Export Statement Runners

  • ExportCsvStmtRunner: Exports query results, table data, or script output to CSV with configurable quoting, delimiter, and encoding.
  • ExportTxtStmtRunner: Exports query results as formatted text.

Result Sets (DataTables/)

  • SimpleDataTable (abstract base): Column names and row access.
  • MemorySimpleDataTable: Entire result set stored in memory. Used for small results.
  • DiskSimpleDataTable: Large results spilled to temporary disk storage for memory efficiency.
  • SimpleDataTableBuilder: Incrementally constructs result sets during query execution.

NuGet Dependencies

Package Purpose
DuckDB.NET.Data.Full DuckDB database access
ExcelDataReader Excel file (.xls/.xlsx) parsing
HtmlAgilityPack HTML parsing (for documentation)
Microsoft.Data.SqlClient SQL Server ADO.NET provider
Microsoft.Data.Sqlite SQLite ADO.NET provider
MySql.Data MySQL ADO.NET provider
Npgsql PostgreSQL ADO.NET provider
SharpZipLib ZIP archive handling

Key Design Decisions

  • SQLite as the runtime: All data lives in SQLite.
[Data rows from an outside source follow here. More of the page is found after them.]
"""Compressed gases: density and compressibility factor at the storage pressure.

A supercritical gas (natural gas at 200 or 250 bar, hydrogen at 350 or 700 bar) from CoolProp's
multi-fluid model with the single phase imposed (the unimposed mixture flash's phase-stability
search hung for minutes in CoolProp 8.0 on a natural gas at -20 °C and 200 bar); where that
fails, Amagat's law over the pure fluids.
"""

from __future__ import annotations

import math
from collections.abc import Callable
from dataclasses import dataclass

import numpy as np
from numpy.typing import ArrayLike

from workbench.core.cache import memoize
from workbench.core.errors import InputError
from workbench.core.fuels import Fuel
from workbench.models.storage.fluids import (
    _celsius,
    _check_above_freezing,
    _check_pressure,
    _coolprop,
    _critical_temperature,
    _heos,
    _Mixture,
    _molar_mass,
    _per_point,
    _pure,
)

#: Storage pressure assumed for a compressed gas that declares none [Pa] (200 bar, common
#: practice, no source).
DEFAULT_COMPRESSED_PRESSURE = 200e5


@dataclass(frozen=True)
class _GasState:
    density: float
    compressibility_factor: float
    method: str


@memoize(maxsize=8192)
def _gas(mix: _Mixture, temperature: float, pressure: float) -> _GasState:
    CP = _coolprop()
    state = _heos(mix)
    if state is not None:
        try:
            state.specify_phase(CP.iphase_supercritical)
            state.update(CP.PT_INPUTS, pressure, temperature)
            rho, z = float(state.rhomass()), float(state.compressibility_factor())
            if rho > 0 and math.isfinite(z):
                return _GasState(rho, z, "CoolProp HEOS")
        except ValueError:
            pass
        finally:
            state.unspecify_phase()
    volume = 0.0  # molar volume [m3/mol], additive (Amagat)
    for fluid, xi in zip(mix.fluids, mix.x, strict=True):
        pure = _pure(fluid)
        pure.update(CP.PT_INPUTS, pressure, temperature)
        volume += xi / pure.rhomolar()
    z = pressure * volume / (_pure(mix.fluids[0]).gas_constant() * temperature)
    return _GasState(_molar_mass(mix) / volume, z, "Amagat's law over pure fluids")



def _gas_property(fuel: Fuel | str, temperature: ArrayLike, pressure: ArrayLike,
                  read: Callable[[_GasState], float]) -> float | np.ndarray:
    def one(mix: _Mixture, fuel: Fuel, t: float, p: float) -> float:
        _check_compressed(mix, fuel, t, p)
        return read(_gas(mix, t, p))

    return _per_point(fuel, one, temperature, pressure)


def _check_compressed(mix: _Mixture, fuel: Fuel, t: float, p: float) -> None:
    _check_pressure(p)
    _check_above_freezing(mix, fuel, t)
    t_crit = _critical_temperature(mix)
    if t <= t_crit:
        raise InputError("temperature", f"{_celsius(t)} is below the critical temperature "
                         f"of {fuel.id} ({_celsius(t_crit)}): compressed, it would "
                         "liquefy; store it liquefied or warmer")


def compressed_gas_density(
    fuel: Fuel | str, temperature: ArrayLike, pressure: ArrayLike
) -> float | np.ndarray:
    """Density of a compressed gas [kg/m3].

    Parameters
    ----------
    fuel : Fuel or str
        A gaseous fuel above its critical temperature (methane, natural gas, hydrogen).
    temperature : array_like
        Gas temperature [K].
    pressure : array_like
        Absolute pressure [Pa]; broadcast against ``temperature``.

    Returns
    -------
    float or numpy.ndarray
        Density [kg/m3] from CoolProp's multi-fluid model with the single (supercritical)
        phase imposed; Amagat's law over the pure fluids where that fails.

    Raises
    ------
    InputError
        A non-positive pressure, or a temperature at or below the fuel's critical
        temperature or freezing limit.

    Examples
    --------
    >>> round(compressed_gas_density("methane", 288.15, 200e5), 1)  # doctest: +SKIP
    167.8
    """
    return _gas_property(fuel, temperature, pressure, lambda s: s.density)


def compressibility_factor(
    fuel: Fuel | str, temperature: ArrayLike, pressure: ArrayLike
) -> float | np.ndarray:
    """Compressibility factor :math:`Z = p M / (\\rho R T)` of a compressed gas [-].

    Parameters
    ----------
    fuel : Fuel or str
        A gaseous fuel above its critical temperature.
    temperature : array_like
        Gas temperature [K].
    pressure : array_like
        Absolute pressure [Pa].

    Returns
    -------
    float or numpy.ndarray
        Z [-]: below 1 where attraction dominates (natural gas at 200 bar), above 1 where
        repulsion does (hydrogen at 700 bar).
    """
    return _gas_property(fuel, temperature, pressure, lambda s: s.compressibility_factor)
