@dataclass(frozen=True)
class DutyStats:
    """Summary of a speed trace.

    Attributes
    ----------
    distance : float
        Distance covered [m].
    duration : float
        Time covered [s].
    mean_speed : float
        Distance over duration, stops included [m/s].
    max_speed : float
        Highest sample speed [m/s].
    idle_share : float
        Share of the time spent stopped [-].
    stops_per_m : float
        Number of stops (moving -> standing transitions, a trace that starts standing counts
        one) per metre driven [1/m] (the interfaces show it per km).
    positive_kinetic_energy : float
        Sum of positive changes of v² divided by distance [m/s²].
    """

    distance: float
    duration: float
    mean_speed: float
    max_speed: float
    idle_share: float
    stops_per_m: float
    positive_kinetic_energy: float


def duty_stats(trace: DutyTrace) -> DutyStats:
    """Summary statistics of a speed trace.

    Parameters
    ----------
    trace : DutyTrace
        The trace.

    Returns
    -------
    DutyStats
        Distance, duration, mean and maximum speed, idle share, stops per metre and positive
        kinetic energy.

    Notes
    -----
    Positive kinetic energy, ``PKE = sum(max(v[i+1]**2 - v[i]**2, 0)) / distance`` [m/s²], is
    the usual measure of how aggressive a drive cycle is; it is twice the kinetic energy added
    per unit mass and distance.
    """
    t, v = trace.time, trace.speed
    dt = np.diff(t)
    v_mean = 0.5 * (v[1:] + v[:-1])
    distance = float(np.sum(dt * v_mean))
    duration = float(t[-1] - t[0])
    stopped = v_mean < STOP_SPEED
    stops = int(np.count_nonzero(stopped[1:] & ~stopped[:-1]) + int(stopped[0]))
    dv2 = np.diff(v * v)
    pke = float(np.sum(dv2[dv2 > 0.0]))
    return DutyStats(
        distance=distance,
        duration=duration,
        mean_speed=distance / duration,
        max_speed=float(v.max()),
        idle_share=float(np.sum(dt[stopped])) / duration,
        stops_per_m=stops / distance if distance > 0.0 else math.nan,
        positive_kinetic_energy=pke / distance if distance > 0.0 else math.nan,
    )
External databases are accessed through virtual tables, presenting a unified SQL interface.
  • Native tokenizer: The parser reuses SQLite's own tokenizer (via P/Invoke to SxGetToken) for token-level compatibility with SQLite SQL.
  • Grammar validation: Standard SQL is validated against the full SQLite grammar before execution, catching syntax errors early with helpful messages.
  • Macro system: MacroProcessor allows transparent SQL transformations (e.g., rewriting queries) without modifying the grammar itself.
  • Disk-backed results: Large result sets automatically spill to disk to prevent out-of-memory conditions.
  • Extensibility by reflection: Custom functions, macros, and ADO modules are discovered and registered via reflection at initialization.